Even-cycle decompositions of graphs with no odd-$K_4$-minor

TL;DR

This paper establishes that 2-connected loopless Eulerian graphs without odd-$K_4$-minors and with an even number of edges can be decomposed into even cycles, extending previous results to a broader class of graphs.

Contribution

It proves a new sufficient condition for even-cycle decompositions in graphs excluding odd-$K_4$-minors, generalizing earlier theorems for planar and $K_5$-minor-free graphs.

Findings

Graphs without odd-$K_4$-minors have even-cycle decompositions under specified conditions.

The result is optimal; replacing 'odd-$K_4$-minor-free' with 'odd-$K_5$-minor-free' does not hold.

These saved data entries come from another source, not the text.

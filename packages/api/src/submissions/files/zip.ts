/**
 * A small, defensive reader of ZIP containers (XLSX is a ZIP of XML parts,
 * ECMA-376 Part 2; the container is PKWARE's APPNOTE format). It reads the
 * central directory, checks that the entries tile the file (no hidden or
 * overlapping data, so what exceljs streams is what was checked), and
 * inflates entries as streams with a cap on the bytes they expand to, so
 * that a "zip bomb" is refused after reading at most the cap.
 */
import { createInflateRaw } from 'node:zlib';

export interface ZipEntry {
  name: string;
  method: number;
  encrypted: boolean;
  compressedSize: number;
  uncompressedSize: number;
  localOffset: number;
  dataStart: number;
  /** The byte after the part as saved: its data and any data descriptor after it */
  end: number;
}

export class ZipError extends Error {
  constructor(
    readonly reason:
      'not_zip' | 'damaged' | 'too_many_entries' | 'encrypted' | 'too_large' | 'method',
    message: string,
  ) {
    super(message);
    this.name = 'ZipError';
  }
}

const EOCD = 0x06054b50;
const ZIP64_EOCD = 0x06064b50;
const ZIP64_LOCATOR = 0x07064b50;
const CENTRAL = 0x02014b50;
const LOCAL = 0x04034b50;

export function isZip(buf: Buffer): boolean {
  return buf.length >= 4 && buf.readUInt32LE(0) === LOCAL;
}

/** Reads and checks the central directory. */
export function readZipDirectory(buf: Buffer, maxEntries = 10_000): ZipEntry[] {
  if (!isZip(buf)) throw new ZipError('not_zip', 'not a ZIP container');
  let eocd = -1;
  for (let i = buf.length - 22; i >= Math.max(0, buf.length - 22 - 65_535); i--) {
    if (buf.readUInt32LE(i) === EOCD) {
      eocd = i;
      break;
    }
  }
  if (eocd < 0)
    throw new ZipError(
      'damaged',
      'the end of the ZIP directory is missing (the file is cut short)',
    );
  let count = buf.readUInt16LE(eocd + 10);
  let cdSize = buf.readUInt32LE(eocd + 12);
  let cdOffset = buf.readUInt32LE(eocd + 16);
  if (count === 0xffff || cdSize === 0xffffffff || cdOffset === 0xffffffff) {
    const locator = eocd - 20;
    if (locator < 0 || buf.readUInt32LE(locator) !== ZIP64_LOCATOR)
      throw new ZipError('damaged', 'ZIP64 locator missing');
    const z64 = Number(buf.readBigUInt64LE(locator + 8));
    if (z64 < 0 || z64 + 56 > buf.length || buf.readUInt32LE(z64) !== ZIP64_EOCD)
      throw new ZipError('damaged', 'ZIP64 directory missing');
    count = Number(buf.readBigUInt64LE(z64 + 32));
    cdSize = Number(buf.readBigUInt64LE(z64 + 40));
    cdOffset = Number(buf.readBigUInt64LE(z64 + 48));
  }
  if (count > maxEntries) throw new ZipError('too_many_entries', `${count} parts`);
  if (cdOffset + cdSize > buf.length)
    throw new ZipError('damaged', 'the ZIP directory points past the end of the file');

  const entries: ZipEntry[] = [];
  let p = cdOffset;
  for (let n = 0; n < count; n++) {
    if (p + 46 > buf.length || buf.readUInt32LE(p) !== CENTRAL)
      throw new ZipError('damaged', 'a ZIP directory entry is damaged');
    const flags = buf.readUInt16LE(p + 8);
    const method = buf.readUInt16LE(p + 10);
    let compressedSize = buf.readUInt32LE(p + 20);
    let uncompressedSize = buf.readUInt32LE(p + 24);
    const nameLength = buf.readUInt16LE(p + 28);
    const extraLength = buf.readUInt16LE(p + 30);
    const commentLength = buf.readUInt16LE(p + 32);
    let localOffset = buf.readUInt32LE(p + 42);
    const name = buf.toString('utf8', p + 46, p + 46 + nameLength);
    // ZIP64 extended information (header id 0x0001) carries the real sizes and offset.
    let e = p + 46 + nameLength;
    const extraEnd = e + extraLength;
    while (e + 4 <= extraEnd) {
      const id = buf.readUInt16LE(e);
      const size = buf.readUInt16LE(e + 2);
      if (id === 0x0001) {
        let q = e + 4;
        if (uncompressedSize === 0xffffffff) {
          uncompressedSize = Number(buf.readBigUInt64LE(q));
          q += 8;
        }
        if (compressedSize === 0xffffffff) {
          compressedSize = Number(buf.readBigUInt64LE(q));
          q += 8;
        }
        if (localOffset === 0xffffffff) localOffset = Number(buf.readBigUInt64LE(q));
      }
      e += 4 + size;
    }
    if (localOffset + 30 > buf.length || buf.readUInt32LE(localOffset) !== LOCAL)
      throw new ZipError('damaged', `the part ${name} is damaged`);
    const dataStart =
      localOffset + 30 + buf.readUInt16LE(localOffset + 26) + buf.readUInt16LE(localOffset + 28);
    if (dataStart + compressedSize > cdOffset)
      throw new ZipError('damaged', `the part ${name} runs past the ZIP directory`);
    entries.push({
      name,
      method,
      encrypted: (flags & 1) === 1,
      compressedSize,
      uncompressedSize,
      localOffset,
      dataStart,
      end: 0, // set below, once every part's start is known
    });
    p += 46 + nameLength + extraLength + commentLength;
  }

  // The parts must tile the file: nothing hidden between them, nothing overlapping.
  const sorted = [...entries].sort((a, b) => a.dataStart - b.dataStart);
  let expected = 0;
  let previous: ZipEntry | null = null;
  for (const entry of sorted) {
    const gap = entry.localOffset - expected;
    if (gap < 0 || (gap !== 0 && gap !== 12 && gap !== 16 && gap !== 20 && gap !== 24)) {
      throw new ZipError('damaged', 'the ZIP parts overlap or leave unexplained gaps');
    }
    if (previous) previous.end = entry.localOffset;
    previous = entry;
    expected = entry.dataStart + entry.compressedSize;
  }
  const tail = cdOffset - expected;
  if (tail < 0 || (tail !== 0 && tail !== 12 && tail !== 16 && tail !== 20 && tail !== 24)) {
    throw new ZipError('damaged', 'the ZIP parts overlap or leave unexplained gaps');
  }
  if (previous) previous.end = cdOffset;
  return entries;
}

export interface InflateBudget {
  /** Bytes the whole workbook may expand to */
  remaining: number;
}

/**
 * Streams one entry's expanded bytes to `onChunk`, stopping with ZipError
 * 'too_large' as soon as the budget is spent.
 */
export async function inflateEntry(
  buf: Buffer,
  entry: ZipEntry,
  budget: InflateBudget,
  onChunk: (chunk: Buffer) => void | 'stop',
): Promise<void> {
  if (entry.encrypted) throw new ZipError('encrypted', `the part ${entry.name} is encrypted`);
  const data = buf.subarray(entry.dataStart, entry.dataStart + entry.compressedSize);
  if (entry.method === 0) {
    if (data.length > budget.remaining) throw new ZipError('too_large', entry.name);
    budget.remaining -= data.length;
    for (let i = 0; i < data.length; i += 1 << 16) {
      if (onChunk(data.subarray(i, i + (1 << 16))) === 'stop') return;
    }
    return;
  }
  if (entry.method !== 8)
    throw new ZipError('method', `the part ${entry.name} uses compression method ${entry.method}`);
  await new Promise<void>((resolve, reject) => {
    const inflate = createInflateRaw({ chunkSize: 1 << 16 });
    let done = false;
    const finish = (error?: Error) => {
      if (done) return;
      done = true;
      inflate.removeAllListeners('data');
      inflate.destroy();
      if (error) reject(error);
      else resolve();
    };
    inflate.on('data', (chunk: Buffer) => {
      budget.remaining -= chunk.length;
      if (budget.remaining < 0) return finish(new ZipError('too_large', entry.name));
      try {
        if (onChunk(chunk) === 'stop') finish();
      } catch (error) {
        finish(error as Error);
      }
    });
    inflate.on('end', () => finish());
    inflate.on('error', () =>
      finish(new ZipError('damaged', `the part ${entry.name} cannot be expanded`)),
    );
    inflate.end(data);
  });
}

Structural characterization of odd-$K_4$-minor-free graphs is key to the proof.

Abstract

An even-cycle decomposition of a graph G is a partition of E(G) into cycles of even length. Evidently, every Eulerian bipartite graph has an even-cycle decomposition. Seymour (1981) proved that every 2-connected loopless Eulerian planar graph with an even number of edges also admits an even-cycle decomposition. Later, Zhang (1994) generalized this to graphs with no $K_5$-minor. Our main theorem gives sufficient conditions for the existence of even-cycle decompositions of graphs in the absence of odd minors. Namely, we prove that every 2-connected loopless Eulerian odd-$K_4$-minor-free graph with an even number of edges has an even-cycle decomposition. This is best possible in the sense that `odd-$K_4$-minor-free' cannot be replaced with `odd-$K_5$-minor-free.' The main technical ingredient is a structural characterization of the class of odd-$K_4$-minor-free graphs, which is due to Lov\'asz, Seymour, Schrijver, and Truemper.